**Study material:**

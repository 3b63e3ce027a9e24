//! The Pareto set of accepted combinations and the ranking rules.
//!
//! Counts compared, each in its better direction: worst margin (higher; "no
//! requirement" counts as unbounded), gas for the manoeuvre list (lower), hold
//! time (higher, only when every combination has one), system mass, price and
//! peak coil current (lower). Each figure is first rounded to a stated
//! resolution ([`Resolution`]) so that figures equal to within the model's
//! rounding count as equal, and dominance stays a strict partial order.
//!
//! Dominance: A dominates B when A is no worse than B on every count and
//! better on at least one. The Pareto set holds every accepted combination no
//! other accepted combination dominates; two combinations equal on every count
//! are both kept. The set is listed by system mass, then price, then peak coil
//! current, then worst margin (highest first), then manoeuvre gas, then
//! catalogue order.
//!
//! [`pareto_set`] sorts first so that any dominator comes before the ones it
//! dominates and compares each candidate only with the set found so far;
//! [`pareto_brute_force`] compares every pair and is kept for the tests.

use super::evaluate::Metrics;
use serde::Serialize;

/// Rounding applied to each count before comparing.
#[derive(Debug, Clone, Copy, PartialEq, Serialize)]
pub struct Resolution {
    /// Margin (dimensionless).
    pub margin: f64,
    /// Gas, kg.
    pub gas_kg: f64,
    /// Hold time, s.
    pub hold_time_s: f64,
    /// Mass, kg.
    pub mass_kg: f64,
    /// Price (currency units).
    pub price: f64,
    /// Current, A.
    pub current_a: f64,
}

impl Default for Resolution {
    /// 1e-6 in margin, 1 µg of gas, 1 µs of hold time, 1 mg of mass, 0.0001 in
    /// price, 1 µA: far below anything a builder reads, far above f64 rounding
    /// of the models (relative ~1e-12).
    fn default() -> Self {
        Resolution {
            margin: 1e-6,
            gas_kg: 1e-9,
            hold_time_s: 1e-6,
            mass_kg: 1e-6,
            price: 1e-4,
            current_a: 1e-6,
        }
    }
}

/// The counts of one combination, rounded and turned so that lower is better.
pub type Key = [i64; 6];

fn q(v: f64, step: f64) -> i64 {
    // Saturating cast: unbounded values land on the end of the range.
    (v / step).round() as i64
}

/// The comparison key of a combination's figures: every entry lower-is-better.
/// `with_hold` says whether hold time takes part (every candidate has one).
pub fn key(m: &Metrics, r: &Resolution, with_hold: bool) -> Key {
    let margin = m.worst_margin.map_or(i64::MIN, |v| -q(v, r.margin));
    let gas = m.manoeuvre_gas_kg.map_or(0, |v| q(v, r.gas_kg));
    let hold = if with_hold {
        m.hold_time_s.map_or(0, |v| -q(v, r.hold_time_s))
    } else {
        0
    };
    [
        q(m.system_mass_kg, r.mass_kg),
        q(m.price, r.price),
        q(m.peak_coil_current_a, r.current_a),
        margin,
        gas,
        hold,
    ]
}

/// Whether `a` dominates `b`.
pub fn dominates(a: &Key, b: &Key) -> bool {
    a.iter().zip(b).all(|(x, y)| x <= y) && a != b
}

/// Positions (into `keys`) of the Pareto set, in the listing order: by key
/// (mass, price, current, then the rest), then by position.
pub fn pareto_set(keys: &[Key]) -> Vec<usize> {
    let mut order: Vec<usize> = (0..keys.len()).collect();
    // Lexicographic order is a linear extension of dominance: a dominator is
    // never later than what it dominates.
    order.sort_by(|&a, &b| keys[a].cmp(&keys[b]).then(a.cmp(&b)));
    let mut front: Vec<usize> = Vec::new();
    for i in order {
        if !front.iter().any(|&f| dominates(&keys[f], &keys[i])) {
            front.push(i);
        }
    }
    front
}

/// The same set by comparing every pair, in position order (for tests).
pub fn pareto_brute_force(keys: &[Key]) -> Vec<usize> {
    (0..keys.len())
        .filter(|&i| !(0..keys.len()).any(|j| dominates(&keys[j], &keys[i])))
        .collect()
}

#[cfg(test)]
mod tests {
    use super::*;
    use rand::{Rng, SeedableRng};

    #[test]
    fn fast_set_equals_brute_force_on_random_keys() {
        // Small integer ranges make ties and duplicates common.
        let mut rng = rand_chacha::ChaCha8Rng::seed_from_u64(7);
        for n in [0, 1, 2, 5, 40, 300] {
            let keys: Vec<Key> = (0..n)
                .map(|_| std::array::from_fn(|_| rng.gen_range(0..4)))
                .collect();
            let mut fast = pareto_set(&keys);
            fast.sort_unstable();
            assert_eq!(fast, pareto_brute_force(&keys), "n = {n}");
        }
    }

    #[test]
    fn equal_keys_are_both_kept_and_a_better_one_removes_them() {
        let a = [1, 1, 1, 1, 1, 1];
        assert_eq!(pareto_set(&[a, a]), vec![0, 1]);
        let b = [1, 1, 1, 0, 1, 1];
        assert_eq!(pareto_set(&[a, a, b]), vec![2]);
    }
}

**Exercise directions:** Which of the lines in the data hold the string "first"? Report each of them by copying it.

**Response area:**
//! peak coil current (lower). Each figure is first rounded to a stated
//! current, then worst margin (highest first), then manoeuvre gas, then
//! [`pareto_set`] sorts first so that any dominator comes before the ones it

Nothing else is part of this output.